Collagen type I supracrestal fibers connect teeth and alveolar bone. Tooth movement during orthodontic procedures involves remodeling these fibers. The researchers sought to create a drug-delivery system that releases the proteolytic enzyme collagenase type I to relax a patient's collagen fibers to allow for more rapid tooth movement. Their goal was to develop a mode for performing biological, rather than physical, remodeling of connective tissue in the oral space.
Collagenase controls the biodegradation of collagen in the extracellular matrix and is active in tissue-remodeling processes. The investigators placed collagenase into 100-nanometer (nm) liposomes, which are nanoscale vesicles with an aqueous core encased in a lipid biolayer membrane that can deliver drugs. The system was designed so that collagenase begins diffusing from the liposomes only after placement in the sulcus.
The researchers studied the response of collagen fibers to collagenase at various concentrations in vivo in rats. They determined the therapeutic concentration at which fibers relaxed but did not tear. Overall, they observed a tightly packed fiber structure before treatment, which unraveled and later resumed its initial morphology except for some regions of regenerated fiber that were not perfectly aligned. They found that various collagen-repairing genes were activated.
Next, the researchers compared the efficacy of fitting the rats with braces under five conditions, three of which were controls:
- Enzymatic nanosurgery in which 50 microliters (µL) of collagenase-loaded liposomes were placed into the gingival sulcus on the buccal and lingual sides of the teeth
- Traditional surgery in which supracrestal collagen fibers were sectioned with a scalpel
- A control condition of empty liposomes
- A control condition of free collagenase
- A control condition of braces only
Orthodontic nickel-titanium, closed coil spring braces were used to connect the first molar in the upper pallet to the front upper incisors and glued to the tooth (3M). The rats were observed for 15 days with the braces and 45 days after removal. They underwent digital caliper measurement every three days while wearing the braces and micro-CT scans (SkyScan 1176, Bruker) on day 15 and day 60.
Improvement in tooth alignment over the 15-day period was similar in the traditional surgery and the nanoparticulate collagenase groups. Results were better in the nanoparticle group compared with the empty liposome group and the free enzyme group, with the nanoparticle group experiencing three times the tooth alignment enhancement of the ordinary braces group.
"The accelerated tooth movement in the nanosurgery group compared to that in the other treatment groups is attributed to the biological relaxation of the collagen fibers," the authors wrote.
The researchers also found that the liposomal system protected the enzyme in vivo, prolonging its release and focusing its delivery to the treatment site. Additionally, the nanoparticle group experienced minimal effects on eating, losing 10% of body weight like the other rats during the first week of treatment but being the only group to regain this weight subsequently.

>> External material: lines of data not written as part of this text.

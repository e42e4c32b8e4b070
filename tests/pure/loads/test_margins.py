"""One actual against one limit: the whole check, on the limit, a hair off it, and with no limit at all."""

from fractions import Fraction

import pytest

from fleet.sourced import Limit, Source
from loads.balance.margins import Figure, above, at_least, at_most, below, not_entered
from loads.balance.result import Check

F = Fraction
PAGE = Source("VP2-FM", "B", "6-4")
TEXT = str(PAGE)


def figure(actual):
    return Figure("weight.test", "a weight", F(actual), "lb", 1, "landing")


def fix(excess):
    return f"Take {excess} off."


def check(outcome, actual, limit=None, low=None, **rest):
    """A check of this figure; what is not named is as in a check of a limit of 100 lb."""
    more = {"margin_text": "", "margin": None, "source": "the page", "what_next": "", "room": None} | rest
    return Check(
        "weight.test", "a weight", outcome, "landing", actual, limit, low, "lb", more.pop("margin"), **more
    )


@pytest.mark.parametrize(
    ("actual", "expected"),
    [
        ("90.25", ("pass", "90.3", "9.7", "9.7 lb below the limit", "", F("9.75"))),
        ("100", ("pass", "100", "0", "on the limit", "", F(0))),
        ("99.97", ("pass", "100", "0", "just below the limit", "", F("0.03"))),
        ("99.9", ("pass", "99.9", "0.1", "0.1 lb below the limit", "", F("0.1"))),
        # A failure is told with the digits it takes to be seen as one, and the excess rounds up.
        ("100.03", ("fail", "100.03", "-0.03", "0.03 lb above the limit", "Take 3/100 off.", F("-0.03"))),
        ("112.34", ("fail", "112.3", "-12.4", "12.4 lb above the limit", "Take 617/50 off.", F("-12.34"))),
    ],
)
def test_an_upper_limit(actual, expected):
    outcome, shown, margin, text, what_next, left = expected

    assert below(figure(actual), F(100), "the page", fix) == check(
        outcome, shown, "100", margin=margin, margin_text=text, what_next=what_next, room=left
    )


@pytest.mark.parametrize(
    ("actual", "expected"),
    [
        ("109.75", ("pass", "109.8", "9.7", "9.7 lb above the minimum", "", F("9.75"))),
        ("100", ("pass", "100", "0", "on the limit", "", F(0))),
        ("100.03", ("pass", "100", "0", "just above the minimum", "", F("0.03"))),
        ("99.97", ("fail", "99.97", "-0.03", "0.03 lb below the minimum", "Take 3/100 off.", F("-0.03"))),
        ("87.66", ("fail", "87.7", "-12.4", "12.4 lb below the minimum", "Take 617/50 off.", F("-12.34"))),
    ],
)
def test_a_lower_limit(actual, expected):
    outcome, shown, margin, text, what_next, left = expected

    assert above(figure(actual), F(100), "the page", fix) == check(
        outcome, shown, None, "100", margin=margin, margin_text=text, what_next=what_next, room=left
    )


def test_a_limit_that_was_entered_is_judged_with_its_page():
    entered = Limit(F(100), PAGE)

    assert at_most(figure(101), entered, fix) == below(figure(101), F(100), TEXT, fix)
    assert at_least(figure(99), entered, fix) == above(figure(99), F(100), TEXT, fix)


@pytest.mark.parametrize("judge", [at_most, at_least])
def test_a_limit_shown_to_be_none_is_kept_by_any_figure(judge):
    found = judge(figure("100.04"), Limit(None, PAGE), fix)

    assert found == check("pass", "100", margin_text="no limit", source=TEXT)


@pytest.mark.parametrize("judge", [at_most, at_least])
def test_a_limit_nobody_entered_is_not_judged(judge):
    expected = check(
        "unresolved",
        "100",
        margin_text="the limit was not entered",
        source="",
        what_next="Enter this limit in the loading basis, or the page that shows there is none.",
    )

    assert judge(figure("100.04"), None, fix) == expected
    assert not_entered("weight.test", "a weight", "100", "lb", "landing") == expected
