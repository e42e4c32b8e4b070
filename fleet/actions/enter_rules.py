"""Enters a set of rule values; it counts for nothing until a second person approves it."""

from datetime import datetime

from fleet import acts
from fleet.actions.authorship import operator_acting, person_acting
from fleet.actions.constraint_refusals import refused_as
from fleet.actions.provision_rows import REFUSALS, Laid, enter
from fleet.entering import plausible
from fleet.models import Provision
from fleet.provisions import RULES
from fleet.rules_reading import read_rules
from records.act import act
from records.actor import Actor
from records.strict_json import JSON


def enter_rules(actor: Actor, document: JSON, *, reason: str = "") -> Provision:
    """This function will enter the document `tarebook.rules/1` as the operator's next version.

    Raises Invalid with every fault of the document, NotAllowed without the duty.
    """
    about = f"operator:{operator_acting(actor)}"
    person_acting(actor)
    with refused_as(REFUSALS), act(acts.ENTER_RULES, by=actor, about=about, reason=reason) as entry:
        read_rules(document)
        if not isinstance(document, dict):
            raise TypeError("a document that was read is an object")
        true_from = plausible(datetime.fromisoformat(str(document["true_from"])), "/true_from")
        return enter(entry, actor, Laid(RULES, document, true_from))
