"""Changes what an operator's procedures say, as a new version from an instant on."""

import secrets
from decimal import Decimal

from fleet import acts
from fleet.actions.authorship import operator_acting, person_acting
from fleet.actions.constraint_refusals import refused_as
from fleet.models import OperatorSettings
from fleet.queries.settings import Settings, last_number, settings_at
from fleet.settings_reading import SettingsChange
from records.act import act
from records.actor import Actor
from records.refusal import PreconditionFailed


def _moved_on() -> PreconditionFailed:
    return PreconditionFailed(
        "state-moved-on",
        "Somebody changed the settings since they were read.",
        next_step="Read them again, look at what changed, and enter the change anew.",
    )


def change_settings(actor: Actor, change: SettingsChange, *, seen: str) -> OperatorSettings:
    """This function will enter a version of the settings of the actor's operator; `seen` is the number of the
    last one when they were read.

    What the change leaves out stays as it is at its beginning. A beginning in the past is allowed: it
    alters what is held true from now on, not what was known then. Raises PreconditionFailed when another
    version was entered since, NotAllowed without the duty or for what is no person's act.
    """
    operator, person = operator_acting(actor), person_acting(actor)
    with (
        refused_as({"settings_number_is_taken_once": _moved_on}),
        act(acts.CHANGE_SETTINGS, by=actor, about=f"operator:{operator}", reason=change.reason) as entry,
    ):
        last = last_number(operator)
        if seen != str(last):
            raise _moved_on()
        begins = change.true_from or entry.at
        columns = _columns(settings_at(operator, begins, entry.at)) | dict(change.columns)
        return OperatorSettings.objects.create(
            operator_id=operator,
            number=last + 1,
            true_from=begins,
            known_from=entry.at,
            entered_by_id=person,
            reason=change.reason,
            salt=secrets.token_bytes(32),
            **columns,
        )


def _columns(now: Settings) -> dict[str, object]:
    return {
        "last_minute_weight": _typed(now.last_minute_bound_weight),
        "last_minute_unit": now.last_minute_bound_unit or "",
        "last_minute_persons": now.last_minute_bound_persons,
        "weighing_threshold_percent": _typed(now.weighing_threshold_percent),
        "operations_mail": list(now.operations_mail),
        "prepare_and_accept_by_one": now.prepare_and_accept_by_one,
        "estimates_may_be_signed": now.estimates_may_be_signed,
        "rule_set": now.rule_set,
        "procedure": now.procedure,
        "weight_method": now.weight_method,
    }


def _typed(figure: Decimal | None) -> str:
    return "" if figure is None else f"{figure:f}"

Furthermore, micro-CT scans indicated that the nanoparticle group experienced faster and greater bone recovery compared with the ordinary braces group. Tooth relapse after brace removal was less in the nanoparticle group, which the authors attributed to tissue remodeling at the new orientation.
"We were happily surprised when we saw the rats recovered in a faster manner and with less pain involved," Schroeder wrote.
Not just for lab rats
While the authors listed no study limitations, this was an animal study.
Schroeder and his colleagues have previously performed many studies on the use of medicinal nanoparticles for medical but not specifically dental uses.
"The oral application is novel," he stated. "Therefore, we teamed up with orthodontists and periodontists who provided the clinical aspects."
Schroeder noted that he expects this technology to become available for use in humans in probably two to three years.
"We are working with regulatory bodies to produce these nanoparticles at clinical grade and believe this will happen rather soon," Schroeder wrote.